It's a story that keeps cropping up in 2015. Olio is reminiscent of Vector at Baselworld – both in terms of looks and features – and both smartwatches aim to solve similar problems.

There are two watches: the Olio Black Collection retails for $745 and Olio Steel Collection, which will set you back $545. You can add $50 to have either of those with a metal link strap. Apart from the finish, there's no difference between the two in terms of hardware, which puts a large premium on the Black.

The watches are made of 316L grade stainless steel and come with a range of attractive straps – and you can choose from suede and leather. It's big on style – and certainly leaves the current crop of techy smartwatches from Google's partners for dead.

However, the company hasn't worked miracles on the size, and it looks one chunky hunk of metal. It weighs 81g with a leather strap and 161g with metal.

​Olio Model One smartwatch wants to curate your life

There's an absence of other specs, such as the screen tech and battery size – which is troubling. The company says its battery will last two days on a single charge, which puts it on par with the Apple Watch or Android Wear crop, yet way behind the Vector, which lasts a month between rejuicing. However, it does pack wireless charging, using a contact on the rear.

The Olio Model One runs its own OS, which remains nameless. This is still a double-edged sword, which on one hand saves you from the information overload of Google's OS, but limits access to the latest apps and features on the other.

Like Pebble, the watch will work with iOS and Android, which could make it a decent Apple Watch alternative.

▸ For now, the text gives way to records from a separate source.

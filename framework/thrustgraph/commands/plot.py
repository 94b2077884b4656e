"""``thrustgraph plot``: fly a model and draw its plots (PNG and/or SVG) into a directory.

Plots: thrust, mass, pressure (vessels only), motion (altitude, speed,
acceleration), trajectory, ledger (the balance terms along the body axis,
stacked) and ledger-world (along x, y and z). Files are named NAME.png or
NAME.svg.
"""

from __future__ import annotations

import argparse
from pathlib import Path

from .common import add_model_argument, add_set_option
from .outputs import add_quiet_option, check_paths, default_stem, fly_model, load_checked, need_matplotlib, write_outputs

NAME = "plot"
HELP = "fly a model and draw thrust, mass, pressure, motion, trajectory and balance-ledger plots (PNG/SVG)"

PLOT_NAMES = ("thrust", "mass", "pressure", "motion", "trajectory", "ledger", "ledger-world")


def add_arguments(p: argparse.ArgumentParser) -> None:
    add_model_argument(p)
    add_set_option(p)
    p.add_argument("--out", metavar="DIR", help="directory for the images (default: STEM-plots)")
    p.add_argument("--format", choices=("png", "svg", "both"), default="png", help="image format (default png)")
    p.add_argument("--only", action="append", choices=PLOT_NAMES, metavar="PLOT",
                   help=f"draw only this plot (repeatable): {', '.join(PLOT_NAMES)}")
    add_quiet_option(p)


def main(args: argparse.Namespace) -> int:
    need_matplotlib()
    model, parsed = load_checked(args.model, args.overrides)
    out = Path(args.out) if args.out else Path(f"{default_stem(model)}-plots")
    check_paths(directories=[out])   # before flying
    result = fly_model(parsed, quiet=args.quiet)
    from ..plots import figures, render

    formats = ("png", "svg") if args.format == "both" else (args.format,)
    outputs = [(out / f"{name}.{fmt}", render(fig, fmt)) for name, fig in figures(result, args.only).items()
               for fmt in formats]
    write_outputs(outputs, directories=[out])
    return 0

The idea is that the watch splits your digital information into two camps. What's coming up, which you can swipe through – in a manner similar to the Pebble Time's Timeline display. It will also show you what you missed, including notifications such as emails and calls, on the watch itself.

The watch face – just like Vector's – puts a big emphasis on ordering your day, and there's a digital representation of your notifications across the day. Weather is put front and centre – we're not sure why that's important either.

While a lot of the blurb speaks of digital detoxing – the feature set is remarkably standard: notifications and alerts. However, Olio's makers promise that you'll be able to fully customise the types of alerts that get through, and told The Verge that it would be akin to Pandora's recommendations system.

This is done via a feature called Olio Assist. It's a cloud-based system that "contextualizes and understands your personal preferences to offer insightful and actionable suggestions", according to Olio.

"It was as important to us to create a true timepiece that was as enjoyable and delightful to look at and use, as it was useful in saving you time." said Josh Chadwick, Olio's lead designer.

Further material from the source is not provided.